Het begin van de tocht was niet onaardig. De bebouwde kom van Apeldoorn werd zoveel mogelijk vermeden door parkpaden en achterommetjes maar om in de bossen aan de andere kant van de A1 te komen, moesten we helaas een industrieterrein gedogen. Het was gelukkig van korte duur. We passeerden de A1 en kwamen terecht in het gebied van het Gelders Landschap.

Het terrein van 460 ha bestaat uit het eigenlijke landgoed Bruggelen, dat ook bekend staat als Engelanderholt, als bezit van de Bruggeler- of Engelandermark. Dat wil zeggen dat het gezamenlijk eigendom was van de plaatselijke boeren.

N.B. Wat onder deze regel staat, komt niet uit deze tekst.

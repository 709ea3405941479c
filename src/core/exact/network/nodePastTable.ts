/** A new table has room for this many past values before it doubles (load factor ≤ 1/2). */
const INITIAL_SLOTS = 8;
/** Bytes per slot: bucket, past value and weight (3 × 8). */
export const BYTES_PER_SLOT = 24;

/**
 * The distinct past-path values that reach one node of the network, each with the number of paths
 * (weighted by multiplicity) that share it. FEXACT (Mehta & Patel 1986, ACM TOMS 12, 154–161) keeps
 * past values in hash tables for the same reason: the work then grows with the distinct values at a
 * node, not with the paths. One small open-addressing table per node keeps the inserts of one edge,
 * which all go to the same child, in cache.
 *
 * Values are rounded to buckets of width 1/bucketScale; two values in one bucket differ by less than
 * that, far below the tie tolerance, and are kept as one: the first value seen, with the weights
 * summed after shifting them to that value.
 */
export class NodePastTable {
  count = 0;
  buckets: Float64Array;
  pasts: Float64Array;
  /** Path counts (0 marks an empty slot). Linear, not log: the counts stay far below 1e308. */
  weights: Float64Array;
  private mask: number;
  /** Fibonacci hashing keeps the top bits: slot = (h · 2654435769 mod 2^32) >>> shift. */
  private shift: number;

  constructor() {
    this.buckets = new Float64Array(INITIAL_SLOTS);
    this.pasts = new Float64Array(INITIAL_SLOTS);
    this.weights = new Float64Array(INITIAL_SLOTS);
    this.mask = INITIAL_SLOTS - 1;
    this.shift = 32 - Math.log2(INITIAL_SLOTS);
  }

  bytes(): number {
    return this.weights.length * BYTES_PER_SLOT;
  }

  /** Bytes the table will hold after up to `more` new values (it doubles when half full). */
  bytesAfter(more: number): number {
    let slots = this.weights.length;
    while (2 * (this.count + more) > slots - 1) slots *= 2;
    return slots * BYTES_PER_SLOT;
  }

  /** Adds past values [from, to) of a sorted list, each shifted by `shift`, with weights times `factor`. */
  addShifted(pasts: Float64Array, weights: Float64Array, from: number, to: number, shift: number, factor: number, bucketScale: number): void {
    let q = from;
    while (q < to) {
      // Room for every remaining value without growing: then the loop below needs no checks.
      if (2 * (this.count + (to - q)) > this.mask) {
        this.add(pasts[q] + shift, weights[q] * factor, bucketScale);
        q++;
        continue;
      }
      const { buckets, weights: stored, mask, shift: hashShift } = this;
      const values = this.pasts;
      let count = this.count;
      for (; q < to; q++) {
        const past = pasts[q] + shift;
        const weight = weights[q] * factor;
        const bucket = Math.round(past * bucketScale);
        let slot = Math.imul((bucket >>> 0) ^ Math.imul((bucket / 4294967296) | 0, 0x85ebca6b), 0x9e3779b1) >>> hashShift;
        for (;;) {
          const held = stored[slot];
          if (held === 0) {
            buckets[slot] = bucket;
            values[slot] = past;
            stored[slot] = weight;
            count++;
            break;
          }
          if (buckets[slot] === bucket) {
            stored[slot] = held + weight * (1 + past - values[slot]);
            break;
          }
          slot = (slot + 1) & mask;
        }
      }
      this.count = count;
    }
  }

  add(past: number, weight: number, bucketScale: number): void {
    const bucket = Math.round(past * bucketScale);
    const mask = this.mask;
    let slot = this.slotOf(bucket);
    for (;;) {
      if (this.weights[slot] === 0) break;
      if (this.buckets[slot] === bucket) {
        // First-order shift to the stored value: the values differ by less than the bucket width.
        this.weights[slot] += weight * (1 + past - this.pasts[slot]);
        return;
      }
      slot = (slot + 1) & mask;
    }
    this.buckets[slot] = bucket;
    this.pasts[slot] = past;
    this.weights[slot] = weight;
    if (2 * ++this.count > mask) this.grow();
  }

  /** The weight stored for the value `past` (which must be in the table). */
  weightOf(past: number, bucketScale: number): number {
    const bucket = Math.round(past * bucketScale);
    let slot = this.slotOf(bucket);
    while (this.buckets[slot] !== bucket || this.weights[slot] === 0) slot = (slot + 1) & this.mask;
    return this.weights[slot];
  }

  /** The home slot of an integer-valued bucket (|bucket| < 2^53). */
  private slotOf(bucket: number): number {
    const mixed = (bucket >>> 0) ^ Math.imul((bucket / 4294967296) | 0, 0x85ebca6b);
    return Math.imul(mixed, 0x9e3779b1) >>> this.shift;
  }

  private grow(): void {
    const { buckets, pasts, weights } = this;
    const size = 2 * weights.length;
    this.buckets = new Float64Array(size);
    this.pasts = new Float64Array(size);
    this.weights = new Float64Array(size);
    this.mask = size - 1;
    this.shift -= 1;
    for (let slot = 0; slot < weights.length; slot++) {
      if (weights[slot] === 0) continue;
      let target = this.slotOf(buckets[slot]);
      while (this.weights[target] !== 0) target = (target + 1) & this.mask;
      this.buckets[target] = buckets[slot];
      this.pasts[target] = pasts[slot];
      this.weights[target] = weights[slot];
    }
  }
}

De naam Engeland is in dit verband afgeleid van ‘eng’ of ‘enk’. Een enk was het geheel van bijeenliggend bouwland van de markegenoten. Bruggelen is een gevarieerd boslandschap met naald- en loofbouw en enkele heideveldjes. Het landhuis Bruggelen passeerden wij op afstand. Helaas was de directe omgeving daarvan niet vrij toegankelijk. Aardig detail was wel dat het houten huis als bouwpakket in 1911 vanuit Noorwegen werd ingevoerd. Het huis viel op door zijn zorgvuldige detaillering. Het is opgebouwd op een bakstenen plint. Huis Bruggelen heeft niet alleen overstekende daken maar ook de bij deze houten huizen veel voorkomende veranda’s en balkons zijn voorzien van gedecoreerd houtwerk. In het arboretum in de omgeving van het landhuis staan niet minder dan 50 tot 60 soorten exotische bomen. Op het landgoed liggen vijf grafheuvels van circa 4000 jaar oud. Verder is Bruggelen onderdeel van de ecologische verbinding van het bosgebied van de Veluwe met de IJsselvallei. Bruggelen is ook jaarlijks het decor van een internationale menwedstrijd. Toen we dit gebied met verharde en onverharde paden, smal en breed, klimmend en dalend hadden verkend, waren we toe aan de soep in Beekbergen. We hadden daar 10.760 meter afgelegd.

Hierna doorkruisten we de bossen ten zuiden van Beekbergen. We verlieten de bebouwde kom via een mooi open terrein en kwamen terecht in het Spelderbos dat ook nog een onderdeel is van het landgoed Bruggelen.

Het is nog een ruig stukje Veluwe met stuifzand en steil opgestoven heuvels waarop een grillig gevormd strubbenbos van zomer- en wintereiken groeit. Tijdens het voorlopen op 29 maart 2006 waren de paden bezaaid met omgewaaide bomen. Sommige lagen te laag om er onderdoor te kruipen, andere te hoog om er overheen te stappen. Kortom, een ideale plek voor WS 78 wandelaars om doorheen of overheen te gaan. In dit gedeelte wemelt het ook van het wild. Overal waren sporen te vinden van reeën en wilde zwijnen, te zien aan de omgewoelde grond.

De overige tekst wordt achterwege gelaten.